The International Society of Hospitality Consultants (ISHC) and the Hotel Asset Managers Association (HAMA) have introduce the ISHC CapEx 2014: A Study of Capital Expenditures in the Hotel Industry. Here are the key findings based on STR data from 502 hotels in the United States:

  • Capital spending for all properties was impacted by the current economic cycle with 2010 representing the lowest spend in the reporting cycle of this study.
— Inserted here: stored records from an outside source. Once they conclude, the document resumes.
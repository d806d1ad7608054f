"""[clock] step and power_on: what one STEP press gives, and where the ring powers on.

duo4 (tests/machines/duo4.toml) has a make-before-break ring with two
pulses a turn, 60 ms and 100 ms, one hold point (C), step = "hold" and
power_on = "C"; the expected times below are sums of its phase table.
"""

from __future__ import annotations

from pathlib import Path

import pytest

import emu
from emu import Emulator, load_machine, machine_from_text
from emu.runs import load_program, operator_script_for, panel_path_for, read_panel_file, run_loaded

from cli_support import write
from debugger_programs import session_for
from engine_support import MACHINES, boot, encode

DUO4_PATH = Path(__file__).parent / "machines" / "duo4.toml"
DUO4_TEXT = DUO4_PATH.read_text(encoding="utf-8")
DUO4 = load_machine(DUO4_PATH)
MS = 1_000_000


def duo4_with(old: str, new: str):
    assert DUO4_TEXT.count(old) == 1, old
    return machine_from_text(DUO4_TEXT.replace(old, new), "duo4.toml")


def line_of(text: str) -> int:
    return DUO4_TEXT.splitlines().index(text) + 1


STEP_LINE = line_of('step = "hold"')
POWER_ON_LINE = line_of('power_on = "C"')


BAD = {
    "an unknown STEP": ('step = "hold"\npower', 'step = "turn"\npower',
                        f"duo4.toml:{STEP_LINE}: error: [clock]: 'step' must be \"pulse\" (one "
                        "STEP press gives one pulse) or \"hold\" (one press runs every pulse up to the next hold "
                        "point), not 'turn'"),
    "a phase that is not there": ('power_on = "C"', 'power_on = "D"',
                                  f"duo4.toml:{POWER_ON_LINE}: error: [clock]: 'power_on' must name a "
                                  "phase of the table (A, AB, B, BC, C, CA), not 'D'"),
    "a number for a phase": ('power_on = "C"', 'power_on = 5',
                             f"duo4.toml:{POWER_ON_LINE}: error: [clock]: 'power_on' must be the name "
                             "of a phase (A, AB, B, BC, C, CA), not 5"),
    "a high phase": ('power_on = "C"', 'power_on = "BC"',
                     f"duo4.toml:{POWER_ON_LINE}: error: [clock]: 'power_on' names 'BC', a high "
                     "phase: the ring would come up in the middle of a pulse and clip it; name a low phase"),
}


@pytest.mark.parametrize("case", list(BAD))
def test_a_bad_panel_key_names_file_line_key_and_what_was_expected(case):
    old, new, message = BAD[case]
    with pytest.raises(emu.MachineError) as caught:
        duo4_with(old, new)
    assert str(caught.value).split("\n")[0] == message


def test_without_the_keys_a_press_is_one_pulse_and_the_ring_powers_on_after_a_falling_edge():
    assert (MACHINES["ref8"].step_press, MACHINES["ref8"].power_on_phase) == ("pulse", 2)    # C, after A B
    assert (MACHINES["acc12"].step_press, MACHINES["acc12"].power_on_phase) == ("pulse", 1)  # G1, after P1
    plain = duo4_with('step = "hold"\npower_on = "C"\n', "")
    assert (plain.step_press, plain.phases[plain.power_on_phase].name) == ("pulse", "B")     # after AB


def test_the_first_pulse_is_the_one_after_the_power_on_phase():
    # from C: C 30 + CA 60 + A 20 + AB 60 = 170 ms to the first falling edge,
    # then B 20 + BC 100 = 120 ms more to the second
    emulator = boot(DUO4, encode(DUO4, "li k", k=3))
    assert DUO4.phases[emulator.phase_index].name == "C"
    emulator.run(max_cycles=1)
    assert emulator.time_ns == 170 * MS
    emulator.run(max_cycles=1)
    assert emulator.time_ns == 290 * MS
    # powered on at B instead (the default rule): B 20 + BC 100 to the first edge
    from_b = boot(duo4_with('power_on = "C"', 'power_on = "B"'), encode(DUO4, "li k", k=3))
    from_b.run(max_cycles=1)
    assert from_b.time_ns == 120 * MS


def test_a_hold_press_runs_the_ring_through_both_pulses_to_the_hold_point():
    words = encode(DUO4, "li k", k=5) + encode(DUO4, "tab") + encode(DUO4, "addb") + encode(DUO4, "halt")
    twin = boot(DUO4, words)
    twin.run(max_cycles=2)
    emulator = boot(DUO4, words)
    emulator.set_switch_run(False)
    emulator.run(max_cycles=10)
    assert emulator.frozen and emulator.cycles == 0     # powered on at the hold point C, held there
    assert emulator.press_step()
    assert (emulator.cycles, emulator.time_ns) == (2, 290 * MS)   # one whole turn, both pulses
    assert emulator.frozen and DUO4.phases[emulator.phase_index].name == "C"
    assert emulator.get("a") == twin.get("a") == 5 and emulator.pc == twin.pc
    assert emulator.press_step() and emulator.cycles == 4 and emulator.time_ns == 580 * MS
    assert emulator.get("b") == 5


def test_a_pulse_press_gives_one_panel_pulse_and_the_ring_stands_still():
    machine = duo4_with('step = "hold"', 'step = "pulse"')
    emulator = boot(machine, encode(machine, "li k", k=5))
    emulator.set_switch_run(False)
    emulator.run(max_cycles=10)
    assert emulator.press_step()
    # as long as the first high pulse after the power-on phase C: AB, 60 ms
    assert (emulator.cycles, emulator.time_ns, emulator.phase_index) == (1, 60 * MS, 4)


@pytest.mark.parametrize("name, step, expected", [
    ("ref8", "pulse", {"C": 1}), ("ref8", "hold", {"C": 1}),
    ("acc12", "pulse", {"G1": 1}), ("acc12", "hold", {"G1": 2}),
    ("duo4", "hold", {"C": 2}),
])
def test_what_one_press_gives_from_each_hold_point(name, step, expected):
    import dataclasses
    machine = dataclasses.replace(MACHINES[name], step_press=step)
    assert machine.pulses_per_step_press() == expected


PAUSED_SUM = """\
        .machine "duo4.toml"
        halt
        li 5
        tab
        addb
        show
        halt
"""


def test_operator_steps_are_presses_of_the_machines_step(tmp_path):
    """STOP one cycle after RESUME, 2 presses (4 pulses on duo4), RUN: the result and
    the cycle count of a free run."""
    (tmp_path / "duo4.toml").write_text(DUO4_TEXT, encoding="utf-8")

    def run(name, panel):
        path = write(tmp_path, name, PAUSED_SUM)
        write(tmp_path, name.replace(".asm", ".panel.toml"), panel)
        settings = read_panel_file(panel_path_for(str(path)), DUO4)
        return run_loaded(load_program(path, DUO4), DUO4, switches=settings.switches,
                          operator=operator_script_for(str(path), DUO4))

    free = run("free.asm", "[[at_halt]]\n")
    stepped = run("stepped.asm", "[[at_halt]]\nstop_after = 1\nsteps = 2\n")
    assert free.emulator.lamps == stepped.emulator.lamps == 10
    assert stepped.emulator.cycles == free.emulator.cycles


def test_the_debugger_lists_each_pulse_of_a_press(tmp_path, monkeypatch):
    monkeypatch.chdir(tmp_path)
    program = PAUSED_SUM.replace('        .machine "duo4.toml"\n        halt\n', "")
    session = session_for(tmp_path, program, machine=DUO4, name="sum.asm")
    assert "phase C, clock low, frozen at a hold point; STEP runs 2 pulses to the next" in session.execute("panel")
    listing = session.execute("pulse 2").splitlines()
    assert [line.split(":")[0] for line in listing[:4]] == [
        "press 1, pulse 1", "press 1, pulse 2", "press 2, pulse 3", "press 2, pulse 4"]
    assert [line.split(":")[1].strip() for line in listing[:4]] == [
        "fetch step 1", "li step 2", "fetch step 1", "tab step 2"]
    assert "(1 STEP press, 2 pulses)" in session.execute("instr")
    assert (session.emu.get("a"), session.emu.cycles) == (10, 6)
  • Capital spending in 2012 at 9.4% has rebounded to levels experienced in 2007, but still below the peak in 2008 at 11.4%.
  • Repair and maintenance (R&M) spending fell within a range of 4.2% and 5.1% with highest levels of spend in 2009 and 2010 as the economy had a more severe impact in the hotel industry.
  • Spending in 2009 was at 5.1% and 2011 at 5% and by 2012, spend returned to more normalized levels at 4.5%.
  • Over this cycle, REITS significantly outspent all other ownership types at 9.5% versus 4%. This is attributed to the repositioning and branding initiatives, in addition to the REITs taking advantage of downturn to deploy available reserves to prepare properties for the anticipated recovery.
  • Properties built prior to 1990 had the highest capital spend at 9.6% with properties built between 1990 and 2000 spending 7% and post-2000 at 2.9%.
  • 2012 combined spend of capital and R&M at 13.9% was the second highest year of the six-year study behind 2008 at 16%.

The study represents 42 hotel brands and independent hotels (44% full-service; 39% select-service; and 17% extended-stay). Fully, 36% were under 10 years old, 22% between 11 and 20 years old, 23% between 21 and 30 years, and 19% over 31 years of age. Over the period of the study, hotels in the study generated US$36.5 billion in revenues, spent US$3 billion in capital and US$1.7 billion in R&M.